Harrow ventured to glance at the superb young creature sitting beside him, and at the same instant she looked up and, catching his eye, smiled in the most innocently friendly fashion--the direct, clear-eyed advance of a child utterly unconscious of self.
"I have never before been in a theater," she said; "have you?"
"I--I beg your pardon," stammered Harrow when he found his voice, "but _were_ you good enough to speak to _me_?"
"Why, yes!" she said, surprised but amiable; "shouldn't I have spoken to you?"
"Indeed--oh, indeed you should!" said Harrow hastily, with a quick glance at the poet. The poet, however, appeared to be immersed in thought, lids partially closed, a benignant smile imprinted on his heavy features.
"_What_ are you doing?" breathed Lethbridge in his ear. Harrow calmly turned his back on his closest friend and gazed rapturously at his G.o.ddess. And again her bewildering smile broke out and he fairly blinked in its glory.
"This is my first play," she said; "I'm a little excited. I hope I shall care for it."
"Haven't you ever seen a play?" asked Harrow, tenderly amazed.
"Never. You see, we always lived in the country, and we have always been poor until my sister Iole married. And now our father has come to live with his new son-in-law. So that is how we came to be here in New York."
"I am _so_ glad you _did_ come," said Harrow fervently.
"So are we. We have never before seen anything like a large city. We have never had enough money to see one. But now that Iole is married, everything is possible. It is all so interesting for us--particularly the clothing. Do you like my gown?"
"It is a dream!" stammered the infatuated youth.
"Do you think so? I think it is wonderful--but not very comfortable."
"Doesn't it fit?" he inquired.
"Perfectly; that's the trouble. It is not comfortable. We never before were permitted to wear skirts and all sorts of pretty fluffy frills under them, and _such_ high heels, and _such_ long stockings, and _such_ tight lacing--" She hesitated, then calmly: "But I believe father told us that we are not to mention our pretty underwear, though it's hard not to, as it's the first we ever had."
Harrow was past all speech.
"I wish I had my lounging-suit on," she said with a sigh and a hitch of her perfectly modeled shoulders.

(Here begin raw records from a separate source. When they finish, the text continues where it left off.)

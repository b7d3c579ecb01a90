import { describe, test, expect } from 'vitest';
import { inviteMail, passwordResetMail, collectionRequestMail, damageReportMail, overdueReminderMail, countDueMail, MAIL_KIND_LABELS } from '@/lib/mail/mail-templates';

const invite = {
  recipientName: 'Ada Example',
  recipientEmail: 'ada@customer.example',
  roleLabel: 'Customer',
  organisationName: 'Example Syrups',
  operatorName: 'Example Pool',
  inviterName: 'Ines Admin',
  link: 'http://localhost:4321/account/invite?token=abc_DEF-123',
  expiresAt: new Date('2027-03-28T01:00:00Z'),
  timeZone: 'Europe/Amsterdam',
};

describe('invitation mail', () => {
  const mail = inviteMail(invite);
  test('subject names the operator', () => {
    expect(mail.subject).toBe('Your Loopfold account at Example Pool');
  });
  test('text greets, says who invited, the role and organisation, and carries the link on a line of its own', () => {
    expect(mail.text).toMatch(/^Hello Ada Example,\n\n/);
    expect(mail.text).toContain('Ines Admin has opened a Loopfold account for you: Customer, Example Syrups (with Example Pool).');
    expect(mail.text.split('\n')).toContain(invite.link);
    expect(mail.text).toContain('sign in with your e-mail address (ada@customer.example)');
  });
  test('expiry is written in the operator zone (EU summer time starts 28 Mar 2027 01:00 UTC → 03:00 local, Directive 2000/84/EC)', () => {
    expect(mail.text).toContain('until 28 Mar 2027, 03:00 (Europe/Amsterdam time)');
  });
  test('staff of the operator are not told "with" their own company', () => {
    const staff = inviteMail({ ...invite, organisationName: 'Example Pool', roleLabel: 'Yard' });
    expect(staff.text).toContain('account for you: Yard, Example Pool.');
  });
  test('no runs of blank lines, ends with one newline', () => {
    expect(mail.text).not.toMatch(/\n\n\n/);
    expect(mail.text.endsWith('.\n') || mail.text.endsWith('Loopfold\n')).toBe(true);
  });
  test('the HTML alternative has the link as an anchor and escapes names', () => {
    const html = inviteMail({ ...invite, recipientName: 'Ada <b>&</b>' }).html;
    expect(html).toContain(`<a href="${invite.link}">${invite.link}</a>`);
    expect(html).toContain('Hello Ada &lt;b&gt;&amp;&lt;/b&gt;,');
    expect(html).not.toContain('<b>');
  });
});

describe('password reset mail', () => {
  const base = { recipientName: 'Bo', recipientEmail: 'bo@pool.example', operatorName: 'Example Pool', link: 'https://pool.example/account/reset?token=xyz' };
  test('says the link is one-time and how long it lasts', () => {
    const mail = passwordResetMail({ ...base, validForMinutes: 60 });
    expect(mail.subject).toBe('Reset your Loopfold password');
    expect(mail.text).toContain('It works once, within 1 hour:');
    expect(mail.text.split('\n')).toContain(base.link);
    expect(mail.text).toContain('your password stays as it is');
  });
  test('other validities read naturally', () => {
    expect(passwordResetMail({ ...base, validForMinutes: 120 }).text).toContain('within 2 hours:');
    expect(passwordResetMail({ ...base, validForMinutes: 30 }).text).toContain('within 30 minutes:');
  });
});

describe('mail to planners about requests', () => {
  const common = {
    operatorName: 'Example Pool',
    source: 'public' as const,
    bin: { serial: '000417', grai: '0 9520123 45678 8 · 000417' },
    siteName: 'Example Syrups — bottling',
    customerName: 'Example Syrups',
    receivedAt: new Date('2027-03-28T01:30:00Z'),
    timeZone: 'Europe/Amsterdam',
    link: 'http://localhost:4321/requests',
  };
  const collection = { ...common, quantity: 6, locationNote: 'Gate 3', contactName: 'Ada', contactPhone: '+31 6 1234 5678', contactEmail: null, note: null };

  test('a collection request names count, site and customer, bin, contact, and links to the requests page', () => {
    const mail = collectionRequestMail(collection);
    expect(mail.subject).toBe('Collection request: 6 folded bins at Example Syrups — bottling');
    expect(mail.text).toMatch(/^6 folded bins are empty and ready for collection\.\n\n/);
    expect(mail.text).toContain('Where: Example Syrups — bottling (Example Syrups)');
    expect(mail.text).toContain('Exact spot: Gate 3');
    expect(mail.text).toContain('Bin scanned: serial 000417, GRAI 0 9520123 45678 8 · 000417');
    expect(mail.text).toContain('Contact: Ada · +31 6 1234 5678');
    expect(mail.text.split('\n')).toContain(common.link);
    expect(mail.html).toContain(`<a href="${common.link}">`);
  });
  test('time in the operator zone (EU summer time begins 28 Mar 2027 01:00 UTC, Directive 2000/84/EC: 01:30 UTC is 03:30 local)', () => {
    expect(collectionRequestMail(collection).text).toContain('Received 28 Mar 2027, 03:30 (Europe/Amsterdam time) through the public bin page');
  });
  test('one bin reads in the singular; no site and no bin say so; a note is quoted', () => {
    const mail = collectionRequestMail({ ...collection, quantity: 1, bin: null, siteName: null, customerName: null, note: 'Behind the silo' });
    expect(mail.subject).toBe('Collection request: 1 folded bin at an unknown site');
    expect(mail.text).toMatch(/^1 folded bin is empty/);
    expect(mail.text).toContain('Where: not known from the bin');
    expect(mail.text).toContain('Bin scanned: none');
    expect(mail.text).toContain('Note from the sender:\nBehind the silo');
  });
  test('a damage report carries the description, whether a photo came, and the link', () => {
    const mail = damageReportMail({ ...common, description: 'Cracked floor panel', hasPhoto: true, contactName: null, contactEmail: null });
    expect(mail.subject).toBe('Damage reported on bin 000417 at Example Syrups — bottling');
    expect(mail.text).toContain('Someone reported damage on bin 000417:\n\nCracked floor panel\n');
    expect(mail.text).toContain('A photo came with the report');
    expect(mail.text).toContain('Contact: none given');
    expect(mail.text.split('\n')).toContain(common.link);
    expect(damageReportMail({ ...common, description: 'x <b>', hasPhoto: false, contactName: null, contactEmail: null }).html).toContain('x &lt;b&gt;');
  });
  test('the sent-mail page has words for both kinds', () => {
    expect(MAIL_KIND_LABELS.collection_request).toBe('Collection request');
    expect(MAIL_KIND_LABELS.damage_report).toBe('Damage report');
  });
});

describe('customer reminders (text and HTML)', () => {
  const overdue = overdueReminderMail({
    recipientName: 'Ada Example',
    operatorName: 'Example Pool',
    freeDays: 14,
    bins: [
      { serial: '100528', siteName: 'Dock 2', daysOver: 12 },
      { serial: '100529', siteName: null, daysOver: 1 },
    ],
    link: 'http://localhost:4321/portal/collections',
    accountLink: 'http://localhost:4321/account',
  });
  test('the overdue reminder lists every bin with its days over, and says how to stop reminders', () => {
    expect(overdue.subject).toBe('2 bins past their free days — please send them back');
    expect(overdue.text).toContain('• 100528 at Dock 2: 12 days over');
    expect(overdue.text).toContain('• 100529: 1 day over');
    expect(overdue.text).toContain('turn them off here: http://localhost:4321/account');
    expect(overdue.html).toContain('<a href="http://localhost:4321/portal/collections">');
    expect(overdue.html).toContain('<a href="http://localhost:4321/account">');
  });
  test('the count-due mail names the month, the last day and each site with its link', () => {
    const due = countDueMail({
      recipientName: 'Ada Example',
      operatorName: 'Example Pool',
      monthName: 'January 2027',
      dueBy: '7 Jan 2027',
      sites: [{ name: 'Dock 2', bins: 1, link: 'http://localhost:4321/portal/counts/4' }],
      accountLink: 'http://localhost:4321/account',
    });
    expect(due.subject).toBe('Monthly count for January 2027: 1 site to confirm');
    expect(due.text).toContain('• Dock 2 (1 bin on our list): http://localhost:4321/portal/counts/4');
    expect(due.html).toContain('<a href="http://localhost:4321/portal/counts/4">');
    expect(MAIL_KIND_LABELS.overdue_reminder).toBe('Overdue-return reminder');
  });
});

"W--what sort of things do you usually dress in?" he ventured.
"Why, in dress-reform clothes!" she said, laughing. "We never have worn anything else."
"Bloomers!"
"I don't know; we had trousers and blouses and sandals--something like the pink pajamas we have for night-wear now. Formerly we wore nothing at night. I am beginning to wonder, from the way people look at us when we speak of this, whether we were odd. But all our lives we have never thought about clothing. However, I am glad you like my new gown, and I fancy I'll get used to this tight lacing in time.... What is your name?"
"James Harrow," he managed to say, aware of an innocence and directness of thought and speech which were awaking in him faintest responsive echoes. They were the blessed echoes from the dim, fair land of childhood, but he did not know it.